Starbucks Corp. (NASDAQ: SBUX) this week reported financial results for its 13-week fiscal first quarter, ended Dec. 27, 2020. Starbucks noted that GAAP results in fiscal 2021 and fiscal 2020 include items that are excluded from non-GAAP results. Go here to refer to the reconciliation of GAAP measures to non-GAAP measures.
Starbucks reported quarterly earnings of $0.61 a share, beating the estimates of $0.55 a share, compared with earnings of $0.79 per share a year ago. The company’s quarterly report represents an earnings surprise of 10.91%. A quarter ago, it was expected that Starbucks would post earnings of $0.33 a share when it really generated earnings of $0.51, unexpectedly delivering 54.55%.

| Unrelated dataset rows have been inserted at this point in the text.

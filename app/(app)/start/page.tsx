import { redirect } from 'next/navigation';
import { requireUser } from '@/lib/auth/guards';
import { listWorkspacesForUser } from '@/db/workspaces';
import { resolveAfterSignIn } from '@/lib/auth/landing';
import { safeCallbackPath } from '@/lib/auth/callback';
import { appUrl } from '@/lib/env';

/**
 * Where a user lands after signing in: the link they followed when their role can see it; otherwise one
 * workspace -> it (finance admins on billing), several -> the portfolio.
 */
export default async function StartPage({
  searchParams,
}: {
  searchParams: Promise<Record<string, string | string[] | undefined>>;
}) {
  const user = await requireUser();
  const sp = await searchParams;
  const next = typeof sp.next === 'string' ? safeCallbackPath(sp.next, appUrl()) : null;
  const memberships = await listWorkspacesForUser({ userId: user.id });
  redirect(resolveAfterSignIn(next, memberships));
}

“Our results demonstrate the continued strength and relevance of our brand, the effectiveness of the actions we’ve taken to adapt to changes in consumer behavior and the steadfast commitment of our green apron partners to serve our customers and communities,” said president and chief executive Kevin Johnson. “We remain optimistic about our robust operating outlook for fiscal 2021, as well as our ability to unlock the full potential of Starbucks to create value for our stakeholders.”
Q1 Fiscal 2021 Highlights
» Global comparable store sales declined 5%, driven by a 19% decrease in comparable transactions, partially offset by a 17% increase in average ticket.

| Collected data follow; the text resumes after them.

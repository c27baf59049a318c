import Link from 'next/link';
import { notFound } from 'next/navigation';
import { isAppError, requireMember } from '@/lib/auth/guards';
import { can } from '@/lib/auth/policy';
import { aircraftTypeSaveOf, getAircraftType, listEngines, listFleetChoices } from '@/db/engines';
import { Card, PageHeader, Stat } from '@/components/ui/card';
import { formatNumber } from '@/lib/format';
import { AircraftTypeForm } from '@/components/library/aircraft-type-form';
import { DeleteButton } from '@/components/ui/delete-button';
import { deleteAircraftTypeAction, saveAircraftTypeAction } from '../../actions';

export const metadata = { title: 'Aircraft type' };

export default async function AircraftTypePage({ params }: { params: Promise<{ slug: string; id: string }> }) {
  const { slug, id: rawId } = await params;
  const { workspace, role } = await requireMember(slug, 'flights:read');
  if (!/^\d{1,12}$/.test(rawId)) notFound();
  const scope = { workspaceId: workspace.id };
  const [type, engines, fleets] = await Promise.all([
    getAircraftType(scope, Number(rawId)).catch((err: unknown) => {
      if (isAppError(err) && err.status === 404) notFound();
      throw err;
    }),
    listEngines(scope),
    listFleetChoices(scope),
  ]);
  const canWrite = can(role, 'library:write');
  return (
    <>
      <PageHeader title={<span className="font-mono">{type.code}</span>} lead={type.name || undefined} />
      <div className="mb-6 grid gap-3 sm:grid-cols-2 lg:grid-cols-4">
        <Stat
          label="Emission"
          value={
            <span className="text-base">
              {type.engineId !== null ? (
                <>
                  {type.engineCount} ×{' '}
                  <Link href={`/w/${slug}/engines/${type.engineId}`} className="text-accent hover:underline">
                    {type.engineName}
                  </Link>
                </>
              ) : type.directEiGPerKg !== null ? (
                `Direct EI NOx ${formatNumber(type.directEiGPerKg, 1)} g/kg`
              ) : (
                'None'
              )}
            </span>
          }
        />
        <Stat label="Typical cruise flight level" value={`FL${String(type.typicalFlightLevel).padStart(3, '0')}`} />
        <Stat label="Typical cruise Mach" value={formatNumber(type.typicalMach, 2)} />
        <Stat label="Default fleet" value={<span className="text-base">{type.defaultFleetName ?? 'None'}</span>} />
      </div>
      {canWrite ? (
        <div className="grid items-start gap-6 lg:grid-cols-[minmax(0,3fr)_minmax(16rem,1fr)]">
          <Card title="Change this aircraft type">
            <AircraftTypeForm
              action={saveAircraftTypeAction.bind(null, slug, type.id)}
              initial={aircraftTypeSaveOf(type)}
              engines={engines.map((e) => ({ id: e.id, name: e.name }))}
              fleets={fleets}
              fleetsHref={`/w/${slug}/fleets`}
            />
          </Card>
          <Card title="Delete">
            <p className="mb-3 text-sm text-ink-soft">
              Flights and screenings already made with this type keep their figures and the type code.
            </p>
            <DeleteButton
              action={deleteAircraftTypeAction.bind(null, slug, type.id)}
              confirmText={`Delete aircraft type ${type.code}?`}
              label="Delete type"
              after={`/w/${slug}/engines`}
            />
          </Card>
        </div>
      ) : null}
    </>
  );
}
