import { idParam, workspaceRoute } from '@/lib/api/handler';
import { getReportPdf } from '@/db/reports';
import { attachmentHeaders } from '@/lib/reports/download';

/** The stored PDF as an attachment. */
export const GET = workspaceRoute<{ slug: string; id: string }>('flights:read', async ({ params, member }) => {
  const file = await getReportPdf({ workspaceId: member.workspace.id }, idParam(params.id));
  return new Response(new Uint8Array(file.pdf), {
    status: 200,
    headers: {
      ...attachmentHeaders(file.name, 'pdf', 'application/pdf'),
      'content-length': String(file.pdf.byteLength),
    },
  });
});
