import { redirect } from 'next/navigation';
import { requireUser } from '@/lib/auth/guards';
import { listWorkspacesForUser } from '@/db/workspaces';
import { landingPath } from '@/lib/auth/landing';

/** Where a user lands after signing in: one workspace -> it (finance admins on billing); several -> the portfolio. */
export default async function StartPage() {
  const user = await requireUser();
  const memberships = await listWorkspacesForUser({ userId: user.id });
  redirect(landingPath(memberships));
}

» The company opened 278 net new stores in the first quarter of fiscal 2021, yielding 4% year-over-year unit growth, ending the period with 32,938 stores globally, of which 51% and 49% were company-operated and licensed, respectively.
» Stores in the U.S. and China comprised 61% of the company’s global portfolio at the end of the first quarter of fiscal 2021, with 15,340 and 4,863 stores, respectively.

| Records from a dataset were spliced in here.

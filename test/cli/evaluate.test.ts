import { readFileSync } from 'node:fs';
import { fileURLToPath } from 'node:url';
import { describe, expect, it } from 'vitest';
import { EXIT, runEvaluateCli } from '../../src/cli/runEvaluate';
import { MAX_DESIGN_FILE_BYTES } from '../../src/io/designText';
import { DEMO_FILE_NAME, demoDesign } from '../../src/designs/demoDesign';
import { designWith, mat } from '../support/designs';

const DEMO_PATH = fileURLToPath(new URL(`../../public/${DEMO_FILE_NAME}`, import.meta.url));

interface Run {
  readonly code: number;
  readonly stdout: string;
  readonly stderr: string;
}

/** Runs the CLI with files from `files` (by path) and, for any other path, the real file system. */
function run(args: string[], files: Record<string, string> = {}, sizes: Record<string, number> = {}): Run {
  let stdout = '';
  let stderr = '';
  const code = runEvaluateCli(args, {
    readFile: (path) => files[path] ?? readFileSync(path, 'utf8'),
    fileSize: (path) => sizes[path] ?? (files[path] ?? readFileSync(path, 'utf8')).length,
    stdout: (text) => (stdout += text),
    stderr: (text) => (stderr += text),
  });
  return { code, stdout, stderr };
}

// Source for every expectation here: common practice (no source) for command-line tools: usage errors
// exit 2, output goes to stdout, diagnostics to stderr; the codes themselves are Matloom's own contract.

describe('npm run evaluate', () => {
  it('the demo file: exit 0, a table with the mats, totals, findings and the caution', () => {
    const r = run([DEMO_PATH]);
    expect(r.stderr).toBe('');
    expect(r.code).toBe(EXIT.ok);
    expect(r.stdout).toMatch(/^Wren bank section \(invented demo\)\n/);
    // Mats by name, ids beside.
    expect(r.stdout).toMatch(/\n {2}Mat 4\.4 +mat-r3c3 +512 +512 +524,288 /);
    expect(r.stdout).toMatch(/\nTotals\n/);
    expect(r.stdout).toMatch(/\n {2}bits +8,388,608\n/);
    expect(r.stdout).toMatch(/\n {2}total area \(bounding box\) +[\d.]+ (µm²|mm²)\n/);
    expect(r.stdout).toMatch(/\nFindings: none\n/);
    expect(r.stdout).toMatch(
      /\nCaution: Figures are first-order estimates.*extracted parasitics.*measured silicon/,
    );
  });

  it('--json prints one parseable matloom-report object with units in its keys', () => {
    const r = run([DEMO_PATH, '--json']);
    expect(r.code).toBe(EXIT.ok);
    const parsed = JSON.parse(r.stdout) as Record<string, unknown>;
    expect(parsed.format).toBe('matloom-report');
    expect(parsed.version).toBe(1);
    const totals = parsed.totals as Record<string, unknown>;
    expect(totals.bits).toBe(16 * 512 * 1024);
    expect(totals.area_m2).toBeGreaterThan(0);
    expect(typeof totals.worstSenseSignal_V).toBe('number');
    expect(parsed.caution).toMatch(/first-order estimates/);
    expect((parsed.mats as unknown[]).length).toBe(16);
  });

  it('--csv prints a header and one row per mat', () => {
    const r = run([DEMO_PATH, '--csv']);
    expect(r.code).toBe(EXIT.ok);
    const lines = r.stdout.trimEnd().split('\r\n');
    expect(lines).toHaveLength(17);
    expect(lines[0]).toMatch(/^name,mat_id,cell_id,/);
    expect(lines[1]).toMatch(/^Mat 1\.1,mat-r0c0,dram-folded-8f2,folded,512,512,/);
  });

  it('--json and --csv together are a usage error', () => {
    const r = run([DEMO_PATH, '--json', '--csv']);
    expect(r.code).toBe(EXIT.usage);
    expect(r.stderr).toMatch(/choose one of --json and --csv/);
  });

  it('--json may come before the file', () => {
    expect(JSON.parse(run(['--json', DEMO_PATH]).stdout)).toHaveProperty('format', 'matloom-report');
  });

  it('a path that does not exist: exit 3 naming the path', () => {
    const r = run(['/no/such/dir/design.json']);
    expect(r.code).toBe(EXIT.unreadable);
    expect(r.stdout).toBe('');
    expect(r.stderr).toMatch(/cannot read \/no\/such\/dir\/design\.json/);
  });

  it('a file over the size limit: exit 3 before it is read', () => {
    const r = run(['big.json'], { 'big.json': '{}' }, { 'big.json': MAX_DESIGN_FILE_BYTES + 1 });
    expect(r.code).toBe(EXIT.unreadable);
    expect(r.stderr).toMatch(/big\.json is 201,326,593 bytes; the limit for a design file is 201,326,592/);
  });

  it('an invalid design: exit 4, every message on stderr with the field path', () => {
    const broken = JSON.parse(JSON.stringify(demoDesign())) as { blocks: Record<string, unknown>[] };
    const first = broken.blocks[0];
    if (first) first.cellsPerBitline = -1;
    const r = run(['broken.json'], { 'broken.json': JSON.stringify(broken) });
    expect(r.code).toBe(EXIT.invalidDesign);
    expect(r.stdout).toBe('');
    expect(r.stderr).toMatch(/broken\.json is not a valid Matloom design/);
    expect(r.stderr).toMatch(
      /\n {2}blocks\[0\]\.cellsPerBitline: cells per bit line must lie between 1 and 16384\n/,
    );
  });

  it('text that is not JSON: exit 4', () => {
    const r = run(['notes.txt'], { 'notes.txt': 'hello' });
    expect(r.code).toBe(EXIT.invalidDesign);
    expect(r.stderr).toMatch(/not valid JSON/);
  });

  it('a design with an unsensed mat: the report is printed and the exit code is 1', () => {
    const lonely = JSON.stringify(designWith([mat()]));
    const r = run(['lonely.json'], { 'lonely.json': lonely });
    expect(r.code).toBe(EXIT.findingErrors);
    expect(r.stdout).toMatch(
      /error {4}unsensedBitlines: M1: 1024 of 1024 bit lines reach no sense-amplifier strip/,
    );
    const json = JSON.parse(run(['lonely.json', '--json'], { 'lonely.json': lonely }).stdout) as {
      totals: { errors: number };
    };
    expect(json.totals.errors).toBeGreaterThan(0);
  });

  it('a design with no mats: exit 0, and the JSON writes the missing worst signal as null', () => {
    const empty = JSON.stringify(designWith([]));
    const r = run(['empty.json'], { 'empty.json': empty });
    expect(r.code).toBe(EXIT.ok);
    expect(r.stdout).toMatch(/worst sense signal +— \(no mats\)/);
    const json = JSON.parse(run(['empty.json', '--json'], { 'empty.json': empty }).stdout) as {
      totals: { worstSenseSignal_V: unknown };
    };
    expect(json.totals.worstSenseSignal_V).toBeNull();
  });

  it.each([
    [[], /no design file given/],
    [['--jsn', 'a.json'], /unknown option "--jsn"/],
    [['a.json', 'b.json'], /one design file at a time/],
  ])('usage errors exit 2: %j', (args, message) => {
    const r = run(args);
    expect(r.code).toBe(EXIT.usage);
    expect(r.stderr).toMatch(message);
    expect(r.stderr).toMatch(/usage: npm run evaluate -- <design\.json> \[--json \| --csv\]/);
  });

  it('--help prints the usage and exits 0', () => {
    const r = run(['--help']);
    expect(r.code).toBe(EXIT.ok);
    expect(r.stdout).toMatch(/exit codes: 0 ok; 1 a reported design has error findings/);
    expect(r.stdout).toMatch(/--variant NAME/);
  });
});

» Consolidated net revenues of $6.7 billion declined 5% from the prior year primarily due to the impact of the COVID-19 pandemic. Impact included the effects of reduced customer traffic, modified operations, reduced store operating hours and temporary store closures.
» GAAP operating margin of 13.5%, down from 17.2% in the prior year primarily due to the COVID-19 pandemic, mainly sales deleverage, as well as growth in wages and benefits and Americas store portfolio optimization expenses, partially offset by labor efficiency and the impact of pricing in the Americas.